W gospodarstwie Państwa Łytkowskich w Zwierzyńcu, pośrodku Borów Tucholskich, IPN z oddziału gdańskiego odnalazł pamiątki po Żołnierzach Wyklętych. Gospodarstwo było schronieniem szwadronów mjr. „Łupaszki”. Stamtąd w ostatnią swoją drogę do Gdańska wyruszyła Danusia Siedzikówna „Inka”.
Do dziś zachowały się meble, z których korzystali partyzanci: stół przy którym jedli, łóżko na którym spał mjr Zygmunt Siendzielarz ps. „Łupaszko”, lustro z którego korzystała Danuta Siedzikówna, lornetka której używał Henryk Wieliczko ps. „Lufa”, a także bieliźniarka (z przestrzeliną po jednej z akcji UB w gospodarstwie). Wśród pamiątek była także odnaleziona w studni „pepesza”, która należała do Henryka Kazimierczaka ps. „Czajka”, żołnierza z oddziału majora (wydobyta w ubiegłym roku).

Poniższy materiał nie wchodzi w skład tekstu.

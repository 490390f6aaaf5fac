"""States, envelope, clearance, movement and plan areas as JSON: keys are public."""

from __future__ import annotations

import math
from typing import TYPE_CHECKING

if TYPE_CHECKING:
    from collections.abc import Callable, Sequence

    from dxfcable.model import (
        Anchorage,
        Clearance,
        Envelope,
        Extreme,
        Movement,
        Node,
        PlanArea,
        Reaction,
        Segment,
        State,
    )

Json = dict[str, object]


def state(
    found: State,
    node: Callable[[Node], Json],
    segment: Callable[[Segment], Json],
    reaction: Callable[[Reaction], Json],
    anchorage: Callable[[Anchorage], Json],
) -> Json:
    """Describe one state; one without a determinate shape says why in `fault`."""
    governs = found.governs
    return {
        "combo": found.combo,
        "level": found.level,
        "level_assumed": found.level_is_assumed,
        "delta_t": found.delta_t,
        "fault": found.fault or None,
        "horizontal": _number(found.horizontal),
        "max_tension": _number(found.max_tension),
        "governs": {"segment": governs.segment, "end": governs.end, "support": governs.support}
        if governs
        else None,
        "low_point": list(found.low_point) if found.low_point else None,
        "points": [node(n) for n in found.nodes],
        "segments": [segment(s) for s in found.segments],
        "reactions": [reaction(r) for r in found.reactions],
        "anchorages": [anchorage(a) for a in found.anchorages],
        "supports": [{"mark": s.mark, "dx": s.dx, "dy": s.dy} for s in found.supports],
        "slack": list(found.slack),
    }


def envelope(found: Envelope | None) -> Json | None:
    """Describe the extremes over all states."""
    if found is None:
        return None
    return {
        "max_tension": _extreme(found.max_tension),
        "min_tension": _extreme(found.min_tension),
        "max_uplift": _extreme(found.max_uplift) if found.max_uplift else None,
        "points": [
            {"mark": p.mark, "lowest": _extreme(p.lowest), "highest": _extreme(p.highest)}
            for p in found.points
        ],
        "segments": [
            {"name": s.name, "max": _extreme(s.most), "min": _extreme(s.least)}
            for s in found.segments
        ],
    }


def clearance(found: Clearance | None) -> Json | None:
    """Describe the least clearance."""
    if found is None:
        return None
    return {"least": found.least, "x": found.at[0], "state": found.state}


def movement(found: Movement) -> Json:
    """Describe what a load change does to one node."""
    return {
        "mark": found.mark,
        "support": found.is_support,
        "dx": found.dx,
        "dy": found.dy,
        "sum_dx": found.sum_dx,
        "sum_dy": found.sum_dy,
        "load_before": found.load_before,
        "load_after": found.load_after,
        "elevation_before": found.elevation_before,
        "elevation_after": found.elevation_after,
        "tension_before": found.tension_before,
        "tension_after": found.tension_after,
        "lean_deg": found.lean_deg,
        "hanger_change": found.hanger_change,
    }


def plan_area(found: PlanArea, marks: Sequence[str]) -> Json:
    """Describe a loaded area and what each load point takes of it; `marks` are the cables'."""
    return {
        "area": found.number,
        "net_area": found.net_area,
        "pressures": dict(found.pressures),
        "cells": [
            {
                "cable": marks[cell.cable],
                "mark": cell.mark,
                "area": cell.area,
                "cases": dict(cell.cases),
            }
            for cell in found.cells
        ],
    }


def _extreme(found: Extreme) -> Json:
    return {"value": found.value, "combo": found.combo}


def _number(value: float) -> float | None:
    """JSON knows no not-a-number."""
    return value if math.isfinite(value) else None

Państwo Łytkowscy wszystkie pamiątki przekażą do Muzeum Żołnierzy Wyklętych i Więźniów Politycznych PRL. Być może zostaną one pokazane w formie ekspozycji, przedstawiającej mieszkanie osób wspomagających partyzantów. Całą akcję wspomógł finansowo Klub Gazety Polskiej.
Jacek Pawłowicz, dyrektor Muzeum Żołnierzy Wyklętych i Więźniów Politycznych w PRL (z lewej) i pan Jerzy Łytkowski przed lustrem „Inki".
Jerzy Łytkowski miał 10 lat, gdy w gospodarstwie kwaterowali żołnierze „Łupaszki”. On i jego rodzina kultywują pamięć o Wyklętych. Kontakt z Łytkowskimi nawiązał po raz pierwszy w 2002 roku dr hab. Piotr Niwiński, pracownik Oddziału IPN w Gdańsku.
Gospodarstwo w Zwierzyńcu było ostatnią bazą żołnierzy V Wileńskiej Brygady AK.